In 2014, the researchers proposed a hypothesis on how the flippases might look and function, and this hypothesis has recently been confirmed.

This comparison with ion pumps meant that the researchers wanted to investigate whether the flippases also influence the electrical potential of the cell membranes, as the ion pumps do.

“Until our research, no one had imagined that the flippases could generate electrical current and thus affect the cell’s functioning electrically. Now we know that the flippases also affect many pumps and enzymes through electric current, and although we do not yet have an overview of the possible effects, flippases can clearly affect our health in ways we did not know,” says Jens Peter Andersen.

One aspect of the further research by the research group is to determine how the ability of flippases to generate electrical current affects other pumps, ducts and enzymes in a cell membrane and how any mutations in flippases can disrupt the electrical potential and cause disease.

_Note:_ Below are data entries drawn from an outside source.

package feed

import (
	"context"
	"fmt"
	"regexp"
	"strings"
	"testing"
	"time"

	"heliocal/config"
)

func planEntries(t *testing.T, s *config.Site, first, last string, plans ...config.Plan) []Entry {
	t.Helper()
	sk, err := NewSky(date(first).AddDate(0, 0, -PlanMargin), date(last).AddDate(0, 0, PlanMargin))
	if err != nil {
		t.Fatal(err)
	}
	for i := range plans {
		cfg := &config.Config{Sites: []config.Site{*s}, Feeds: []config.Feed{{ID: "f", Site: s.ID, Plans: plans[i : i+1]}}}
		cfg.ApplyDefaults()
		if err := cfg.Validate(); err != nil {
			t.Fatalf("plan %d: %v", i, err)
		}
	}
	es, err := sk.PlanEntries(context.Background(), s, "f", plans, date(first), date(last))
	if err != nil {
		t.Fatal(err)
	}
	return es
}

// entryOn returns the one entry of es on the local date day (YYYY-MM-DD).
func entryOn(t *testing.T, es []Entry, day string) *Entry {
	t.Helper()
	var e *Entry
	for i, x := range es {
		if x.Date.Format(time.DateOnly) == day {
			if e != nil {
				t.Fatalf("two entries on %s", day)
			}
			e = &es[i]
		}
	}
	if e == nil {
		t.Fatalf("no entry on %s: %s", day, dates(es))
	}
	return e
}

func dates(es []Entry) string {
	var out []string
	for _, e := range es {
		out = append(out, e.Date.Format(time.DateOnly))
	}
	return strings.Join(out, " ")
}

// TestWeekdayRules checks "<weekday> nearest|before|after new-moon" around
// month and year ends and a clock change. New moons from the USNO
// moon-phase data (testdata/reference/moon-phases.csv): 2024-03-10 09:00 UT
// (mp-0073), 2024-11-01 12:47 UT (mp-0105), 2024-12-30 22:27 UT (mp-0113);
// the local date is the zone's; weekdays from the Gregorian calendar
// (1 November 2024 was a Friday, 30 December 2024 a Monday).
func TestWeekdayRules(t *testing.T) {
	ny := site(t, "ny", 40.71, -74.0, "America/New_York")
	akl := site(t, "akl", -36.85, 174.76, "Pacific/Auckland")
	tests := []struct {
		s           *config.Site
		rule        string
		first, last string
		want        string
	}{
		// 2024-12-30 17:27 EST, a Monday: Friday 27th is 3 days back, 3 January 4 ahead
		{ny, "friday nearest new-moon", "2024-12-20", "2025-01-10", "2024-12-27"},
		// 2024-12-31 11:27 NZDT, a Tuesday: Friday 3 January is 3 days ahead
		{akl, "friday nearest new-moon", "2024-12-20", "2025-01-10", "2025-01-03"},
		{ny, "saturday after new-moon", "2024-12-20", "2025-01-10", "2025-01-04"},
		{ny, "monday after new-moon", "2024-12-20", "2025-01-10", "2025-01-06"}, // strictly after: not the 30th
		{ny, "monday before new-moon", "2024-12-20", "2025-01-10", "2024-12-23"},
		{ny, "monday nearest new-moon", "2024-12-20", "2025-01-10", "2024-12-30"}, // the date itself
		// 2024-11-01 08:47 EDT, a Friday: Tuesday 29 October is 3 days back
		{ny, "tuesday nearest new-moon", "2024-10-20", "2024-11-10", "2024-10-29"},
		// Sunday 3 November 2024: clocks go back in New York
		{ny, "sunday after new-moon", "2024-10-20", "2024-11-10", "2024-11-03"},
		// 2024-03-10 05:00 EDT, the Sunday clocks go forward
		{ny, "sunday nearest new-moon", "2024-03-01", "2024-03-20", "2024-03-10"},
		{ny, "saturday nearest new-moon", "2024-03-01", "2024-03-20", "2024-03-09"},
		// window edges: the new moon of 30 December lies outside a January window
		{ny, "saturday after new-moon", "2025-01-01", "2025-01-10", "2025-01-04"},
		{ny, "friday nearest new-moon", "2024-12-28", "2025-01-10", ""},
	}
	for _, tc := range tests {
		es := planEntries(t, tc.s, tc.first, tc.last, config.Plan{Title: "Night", Date: tc.rule})
		if got := dates(es); got != tc.want {
			t.Errorf("%s, %s %s..%s: dates %q, want %q", tc.s.ID, tc.rule, tc.first, tc.last, got, tc.want)
		}
	}
	// The clock change: 20:00 local on Sunday 3 November 2024 is 01:00 UT
	// on the 4th (EST, UTC−5); 20:00 on Sunday 27 October is 00:00 UT (EDT).
	es := planEntries(t, ny, "2024-10-20", "2024-11-10",
		config.Plan{Title: "Night", Date: "sunday after new-moon", Start: "20:00", For: config.Duration(2 * time.Hour)})
	if len(es) != 1 || !es[0].Start.Equal(time.Date(2024, 11, 4, 1, 0, 0, 0, time.UTC)) || es[0].End.Sub(es[0].Start) != 2*time.Hour {
		t.Errorf("plan on the clock change: %+v", es)
	}
}

// Two anchors of a weekday rule can fall to the same weekday, and the date
// is then listed once, and its entry names both, in the order they happen.
// USNO moon-phase data (testdata/reference/moon-phases.csv): new moon
// 2024-11-01 12:47 UT (mp-0105), first quarter 2024-11-09 05:55 UT
// (mp-0106), full moon 2024-11-15 21:28 UT (mp-0107); London keeps GMT
// (UT) in November, and 9 November 2024 was a Saturday (Gregorian
// calendar). "saturday after" each: 2 November, then 16 November for the
// first quarter and again for the full moon (the first Saturday after
// Friday 15th); "tuesday nearest" each: 29 October (outside the window),
// then 12 November for both (3 days after the 9th, 3 days before the 15th).
func TestWeekdayRuleTwoAnchorsOneDate(t *testing.T) {
	london := site(t, "london", 51.5, -0.13, "Europe/London")
	for _, tc := range []struct {
		rule, want string
	}{
		{"saturday after moon-phases", "2024-11-02 2024-11-16"},
		{"tuesday nearest moon-phases", "2024-11-12"},
	} {
		es := planEntries(t, london, "2024-11-01", "2024-11-20", config.Plan{Title: "Night", Date: tc.rule})
		if got := dates(es); got != tc.want {
			t.Errorf("%s: dates %q, want %q", tc.rule, got, tc.want)
			continue
		}
		// the entry of the shared date names both of its anchors
		if d := es[len(es)-1].Description; !regexp.MustCompile(
			`\(first quarter Sat 9 Nov 2024 05:5\d GMT; full moon Fri 15 Nov 2024 21:2\d GMT\)\.\n`).MatchString(d) {
			t.Errorf("%s: the entry of two anchors says\n%s\nwant the first quarter and the full moon", tc.rule, d)
		}
		// and the entry of a date with one anchor only that one
		if d := es[0].Description; len(es) > 1 && (!strings.Contains(d, "(new moon Fri 1 Nov 2024 12:4") || strings.Contains(d, ";")) {
			t.Errorf("%s: the entry of one anchor says\n%s\nwant the new moon alone", tc.rule, d)
		}
	}
}

// A rule on a group of kinds names one of its kinds in words, not the
// group's configuration name: "the Saturday after a Moon phase", "the date
// of an equinox or solstice"; a rule on one kind names it with "the".
// USNO (testdata/reference/moon-phases.csv, mp-0106): first quarter
// 2024-11-09 05:55 UT; USNO Earth's seasons (testdata/reference/seasons.csv,
// december-solstice-2024): December solstice 2024-12-21
// 09:20 UT.
func TestRuleTextGroups(t *testing.T) {
	london := site(t, "london", 51.5, -0.13, "Europe/London")
	for _, tc := range []struct{ rule, first, last, want string }{
		{"saturday after moon-phases", "2024-11-16", "2024-11-16", "Date: the Saturday after a Moon phase (first quarter Sat 9 Nov 2024 05:5"},
		{"moon-phases", "2024-11-09", "2024-11-09", "Date: the date of a Moon phase (first quarter Sat 9 Nov 2024 05:5"},
		{"seasons", "2024-12-21", "2024-12-21", "Date: the date of an equinox or solstice (December solstice Sat 21 Dec 2024 09:2"},
		{"sunday nearest seasons", "2024-12-22", "2024-12-22", "Date: the Sunday nearest an equinox or solstice (December solstice"},
		{"saturday after first-quarter", "2024-11-16", "2024-11-16", "Date: the Saturday after the first quarter (first quarter Sat 9 Nov"},
	} {
		es := planEntries(t, london, tc.first, tc.last, config.Plan{Title: "Night", Date: tc.rule})
		if len(es) != 1 || !strings.HasPrefix(es[0].Description, tc.want) {
			t.Errorf("%s: %d entries, %+v; want one whose description starts %q", tc.rule, len(es), es, tc.want)
		}
	}
}

// TestPlanDates checks the other date rules over a year: every day,
// every <weekday>, every MM-DD (29 February only in leap years), one date,
// and each date of an event kind.
func TestPlanDates(t *testing.T) {
	s := site(t, "vienna", 48.2, 16.4, "Europe/Vienna")
	count := func(rule, first, last string) int {
		return len(planEntries(t, s, first, last, config.Plan{Title: "x", Date: rule}))
	}
	// Gregorian calendar: 2024 has 366 days and 52 Fridays; 2028 is a leap year
	for _, tc := range []struct {
		rule, first, last string
		want              int
	}{
		{"every day", "2024-01-01", "2024-12-31", 366},
		{"every friday", "2024-01-01", "2024-12-31", 52},
		{"every 04-25", "2024-01-01", "2026-12-31", 3},
		{"every 02-29", "2025-01-01", "2028-12-31", 1},
		{"2025-06-12", "2025-01-01", "2025-12-31", 1},
		{"2025-06-12", "2025-06-13", "2025-12-31", 0},
		// USNO seasons: one June solstice a year
		{"june-solstice", "2024-01-01", "2025-12-31", 2},
	} {
		if got := count(tc.rule, tc.first, tc.last); got != tc.want {
			t.Errorf("%q %s..%s: %d dates, want %d", tc.rule, tc.first, tc.last, got, tc.want)
		}
	}
	// USNO moon phases 2024: full moons on 25 Jan 17:54 UT (mp-0067) and
	// 23 May 13:53 UT (mp-0083), local dates in Vienna the same.
	es := planEntries(t, s, "2024-01-01", "2024-06-30", config.Plan{Title: "Walk", Date: "full-moon"})
	got := dates(es)
	for _, d := range []string{"2024-01-25", "2024-05-23"} {
		if !strings.Contains(got, d) {
			t.Errorf("full-moon dates %s lack %s", got, d)
		}
	}
	if len(es) != 6 {
		t.Errorf("%d full-moon dates in the first half of 2024, want 6", len(es))
	}
}

// TestPlanSouthern checks a plan at a southern site against the USNO table
// for 42°27′ S, 76°30′ E (UTC+4, rows of testdata/reference/sun-times.csv):
// "sunset+30m" for 2 h, and an end written before the start that falls on
// the next day. Tolerance 75 s (the table's minute rounding).
func TestPlanSouthern(t *testing.T) {
	zone := time.FixedZone("UTC+04:00", 4*3600)
	s := &config.Site{ID: "south", Name: "South", Latitude: -42.45, Longitude: 76.5, TimeZone: config.Zone{Location: zone}}
	checked := 0
	for _, day := range usnoDays(t, "Open-ocean point 42 27 S", zone) {
		set, ok := day.times["sunset"]
		if !ok {
			continue
		}
		es := planEntries(t, s, day.date, day.date,
			config.Plan{Title: "Sundowner", Date: "every day", Start: "sunset+30m", For: config.Duration(2 * time.Hour), Months: []string{"jan", "feb", "mar", "apr", "may", "jun", "jul", "aug", "sep", "oct", "nov", "dec"}},
			config.Plan{Title: "Late watch", Date: "every day", Start: "23:00", End: "01:30"})
		if len(es) != 2 {
			t.Fatalf("%s: %d entries", day.date, len(es))
		}
		sun, watch := es[0], es[1]
		if sun.Title != "Sundowner" || !near(sun.Start, set.Add(30*time.Minute), 75*time.Second) || sun.End.Sub(sun.Start) != 2*time.Hour {
			t.Errorf("%s (%v): %q %s, want sunset %s + 30 min", day.date, day.ids, sun.Title, sun.Start.In(zone), set.Format("15:04"))
		}
		if watch.End.Sub(watch.Start) != 150*time.Minute || !watch.Facts.NextDay || !strings.Contains(watch.Description, "the next day") {
			t.Errorf("%s: late watch %s–%s, next day %v", day.date, watch.Start.In(zone), watch.End.In(zone), watch.Facts.NextDay)
		}
		checked++
	}
	if checked < 4 {
		t.Fatalf("%d dates checked", checked)
	}
}

// TestPlanPolar checks plans at 80° N, 0° (USNO table, UT, 2015): on
// 21 December (polar night, row sun-0182) and 14 April (no sunset, row
// sun-0169) a plan starting at sunset gets an all-day note instead of a
// time; on 21 October the sunset at 12:24 (row sun-0180) starts it.
func TestPlanPolar(t *testing.T) {
	s := site(t, "lat80", 80, 0, "UTC")
	// the reason, the date's note, is written within the sentence, in
	// brackets and without a capital
	for d, why := range map[string]string{"2015-12-21": "(polar night: the Sun does not rise today).", "2015-04-14": "(midnight sun: the Sun does not set today)."} {
		es := planEntries(t, s, d, d, config.Plan{Title: "Evening round", Date: "every day", Start: "sunset", End: "23:00"})
		if len(es) != 1 || !es[0].AllDay || es[0].Facts.Missing != "sunset" || !strings.Contains(es[0].Title, "no sunset today") ||
			!strings.Contains(es[0].Description, "the start, sunset, does not happen on ") || !strings.Contains(es[0].Description, why) {
			t.Errorf("%s: %+v, want an all-day note ending %q", d, es, why)
		}
	}
	es := planEntries(t, s, "2015-10-21", "2015-10-21", config.Plan{Title: "Evening round", Date: "every day", Start: "sunset", End: "23:00"})
	if len(es) != 1 || es[0].AllDay || !near(es[0].Start, time.Date(2015, 10, 21, 12, 24, 0, 0, time.UTC), 75*time.Second) {
		t.Errorf("21 October: %+v", es)
	}
}

// TestPlanUIDsStable: the same plan computed over two windows that share
// dates gives the shared dates the same UIDs, and an all-day plan has a
// date and no time.
func TestPlanUIDsStable(t *testing.T) {
	s := site(t, "vienna", 48.2, 16.4, "Europe/Vienna")
	p := config.Plan{Title: "Frost", Date: "every 04-25"}
	a := planEntries(t, s, "2025-01-01", "2026-12-31", p)
	b := planEntries(t, s, "2026-01-01", "2027-12-31", p)
	if len(a) != 2 || len(b) != 2 || a[1].UID != b[0].UID || a[0].UID == a[1].UID {
		t.Fatalf("UIDs %v / %v", a, b)
	}
	if !a[0].AllDay || a[0].End.Sub(a[0].Start) != 24*time.Hour {
		t.Errorf("all-day plan %+v", a[0])
	}
}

Phosphatidylserine flipping by the P4-ATPase ATP8A2 is electrogenic” has been published in the Proceedings of the National Academy of Sciences of the United States of America. In 2018, the Novo Nordisk Foundation awarded a grant to Jens Peter Andersen for the project Mechanism, Structure and Electrogenicity of the Phospholipid Flippase ATP8A2.

Jens Peter Andersen
Professor
Phospholipid flippases constitute the largest subfamily of P-type ATPases and have in eukaryotic organisms evolved as a central transport system for selective translocation of phospholipids across biological membranes to generate membrane lipid asymmetry, a property essential for numerous cellular processes. The importance of flippases is highlighted by severe neurological disorders and liver diseases caused by flippase dysfunction in humans. The electrogenicity of phospholipid transport by flippases has not previously been explored. We demonstrated that phosphatidylserine translocation by the flippase ATP8A2 generates electrical current, resulting from specific steps in the flippase reaction cycle moving the charged lipid head group between the membrane bilayer leaflets, and that no charged substrate is being countertransported. These findings unravel key features of phospholipid flippases.